Stimulating the Parasympathetic Nervous System with calm breathing and a bit of breath-hold work can be a great source of anxiety and stress relief for some. The fastest way to cope with stress and anxiety is to focus on your breathing. By calming your breath not only are you focusing completely in the moment where it is not possible to be stressed but you are also activating the PNS which slows the heart rate, muscles relax, and blood returns to the prefrontal cortex and empathy circuits. All things that will make you feel better and more in control.

I was also taught how to do recovery breathing for use at the end of a breath-hold. The body has used a lot of the oxygen in the bloodstream during the hold and it is important to let out the high levels of CO2 and exchange them for fresh O2 as efficiently and quickly as possible using the appropriate technique. The muscles we use to inhale are different from the ones we use to exhale. Both are equally important for functional breathing so we need to make sure they are both strong and flexible through exercising them.

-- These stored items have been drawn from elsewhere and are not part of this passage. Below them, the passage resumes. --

// The command line's contract for bad input (DESIGN.md §5): `coldtip check` and
// `coldtip run -o X.h5` exit with code 1, name the file and the line on stderr, and write
// nothing. The case reader's messages are tested in tests/input/; here the whole process,
// including errors found only when the network is assembled.
#include <catch2/catch.hpp>

#include <algorithm>
#include <filesystem>
#include <vector>

#include "tests/solver/CliSupport.hpp"

using namespace coldtip::testing;

namespace {

constexpr int kBadInput = 1;

struct BadCase {
    const char* name;
    std::string from; //!< text of cli-valid.yaml to replace; empty: `to` is the whole file
    std::string to;
    //! Where the error must point: the line holding `at` in the edited text; if `at` is
    //! empty, the line where the edit starts; `line` > 0 overrides both.
    std::string at;
    int line = 0;
};

// clang-format off
const std::vector<BadCase> kBadCases = {
    {"missing key", "length: 100 mm, diameter: 3 mm}", "length: 100 mm}", "", 0},
    {"missing top-level key", "frequency: 50 Hz\n", "", "case: cli-contract", 0},
    {"wrong unit", "bore: 20 mm", "bore: 20 kg", "", 0},
    {"unknown unit", "dead_volume: 1.5 cm^3", "dead_volume: 1.5 cmm^3", "", 0},
    {"not a number", "frequency: 50 Hz", "frequency: fast", "", 0},
    {"negative length", "length: 60 mm", "length: -60 mm", "", 0},
    {"porosity 1.2", "porosity: 0.5,", "porosity: 1.2,", "", 0},
    {"negative temperature", "temperature: 80 K", "temperature: -5 K", "", 0},
    {"unknown key", "wire_diameter: 25 um", "wire_diamter: 25 um", "", 0},
    {"unknown top-level key", "output: {samples_per_cycle: 32}\n",
     "output: {samples_per_cycle: 32}\ncolour: red\n", "colour: red", 0},
    {"duplicate key", "    cells: 10\n    fill: {kind: screen",
     "    cells: 10\n    cells: 12\n    fill: {kind: screen", "cells: 12", 0},
    {"duplicate name", "name: warm-end", "name: aftercooler", "", 0},
    {"dangling link", "warm-end.outlet]", "warmend.outlet]", "", 0},
    {"2.5 cells", "cells: 10\n    fill: {kind: screen", "cells: 2.5\n    fill: {kind: screen",
     "", 0},
    {"unknown species", "species: helium", "species: helum", "", 0},
    {"unknown component kind", "kind: tube", "kind: tub", "", 0},
    {"unknown material", "material: stainless-304", "material: stainless-340", "", 0},
    {"tab indentation", "    kind: regenerator\n", "\tkind: regenerator\n", "", 0},
    // Found only when the network is assembled (solver/components/Machine.cpp).
    {"orifice ending the path", "volume: 250 cm^3}\n",
     "volume: 250 cm^3}\n  - {name: needle, kind: orifice, orifice_diameter: 0.3 mm}\n",
     "name: needle", 0},
    {"two lumped volumes joined", "volume: 250 cm^3}\n",
     "volume: 250 cm^3}\n  - {name: second-buffer, kind: volume, volume: 1 L}\n",
     "name: second-buffer", 0},
    {"not YAML", "", "case: broken\ngas: {species: helium, charge_pressure: 3 MPa\n", "", 3},
    {"a scalar, not a map", "", "just some words\n", "", 1},
    {"empty file", "", "", "", 1},
};
// clang-format on

int lineOf(const std::string& text, std::size_t offset)
{
    return 1 + static_cast<int>(std::count(text.begin(), text.begin() + offset, '\n'));
}

//! The edited text and the line its error must point at.
std::pair<std::string, int> edited(const std::string& base, const BadCase& c)
{
    if (c.from.empty()) return {c.to, c.line};
    const auto at = base.find(c.from);
    REQUIRE(at != std::string::npos);
    REQUIRE(base.find(c.from, at + 1) == std::string::npos);
    std::string text = base;
    text.replace(at, c.from.size(), c.to);
    if (c.line > 0) return {text, c.line};
    if (c.at.empty()) return {text, lineOf(text, at)};
    const auto located = text.find(c.at);
    REQUIRE(located != std::string::npos);
    return {text, lineOf(text, located)};
}

//! Nothing but the case file (and the captured output, already removed) in the folder.
bool onlyCaseIn(const TempFolder& folder)
{
    int n = 0;
    for (const auto& entry : std::filesystem::directory_iterator(folder.path())) {
        (void)entry;
        ++n;
    }
    return n == 1;
}

} // namespace

TEST_CASE("coldtip check and run exit with 1 on bad input, name the line, write nothing",
          "[cli]")
{
    const std::string base = readText(COLDTIP_TEST_DATA "/solver/cli-valid.yaml");
    {
        TempFolder folder;
        const std::string path = folder.write("case.yaml", base);
        REQUIRE(runColdtip(folder, "check " + shellQuoted(path)).exit_code == 0);
    }
    REQUIRE(kBadCases.size() >= 15);
    for (const BadCase& c : kBadCases) {
        INFO(c.name);
        const auto [text, line] = edited(base, c);
        TempFolder folder;
        const std::string path = folder.write("case.yaml", text);
        const std::string head = path + ":" + std::to_string(line) + ":";
        const std::string result = folder.file("X.h5");

        const ProcessResult check = runColdtip(folder, "check " + shellQuoted(path));
        INFO("check stderr: " << check.err);
        CHECK(check.exit_code == kBadInput);
        CHECK_THAT(check.err, Catch::Contains(head));

        const ProcessResult run = runColdtip(
            folder, "run " + shellQuoted(path) + " -o " + shellQuoted(result) + " --quiet");
        INFO("run stderr: " << run.err);
        CHECK(run.exit_code == kBadInput);
        CHECK_THAT(run.err, Catch::Contains(head));
        CHECK_FALSE(std::filesystem::exists(result));
        CHECK_FALSE(std::filesystem::exists(result + ".partial"));
        CHECK(onlyCaseIn(folder));
    }
}

TEST_CASE("coldtip check and run exit with 1 on a missing case file and write nothing",
          "[cli]")
{
    TempFolder folder;
    const std::string path = folder.file("no-such-case.yaml");
    const std::string result = folder.file("X.h5");
    for (const std::string& args :
         {"check " + shellQuoted(path),
          "run " + shellQuoted(path) + " -o " + shellQuoted(result) + " --quiet"}) {
        INFO(args);
        const ProcessResult r = runColdtip(folder, args);
        CHECK(r.exit_code == kBadInput);
        // A file that cannot be opened has no line to point at: the message names the file.
        CHECK_THAT(r.err, Catch::StartsWith(path + ": error: cannot open the case file"));
        CHECK_FALSE(std::filesystem::exists(result));
        CHECK_FALSE(std::filesystem::exists(result + ".partial"));
        CHECK(std::filesystem::is_empty(folder.path()));
    }
}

During my second freediving course, I was introduced to gentle lung stretching as a way of increasing available lung capacity and improving the flexibility of the diaphragm. More air in the lungs means more Oxygen gets into the bloodstream to be transported to the working muscles, where it is needed for the metabolic processing of energy which translates to longer breath holds and dives below the water and better aerobic capacity on solid ground too. Freediving is an excellent introduction to improving your breathing. It is a way to bring awareness to your body and breath. To learn to slow yourself down to stimulate the Parasympathetic Nervous System which has a whole host of immediate health benefits as well as improving your endurance, performance and mental focus.

However, there is so much more to functional breathing that isn’t covered in freediving, like the importance of nose breathing which is impossible to do while wearing a mask or a nose clip and yet is the foundation of functional breathing due to the numerous and essential benefits it gives us that mouth breathing simply does not and as a result is extremely detrimental to our health if done unconsciously for any length of time. Learning to freedive will certainly improve your breathing and I hope it also sparks your interest to learn even more about it so you can further improve your health and wellbeing in the moment and for your future.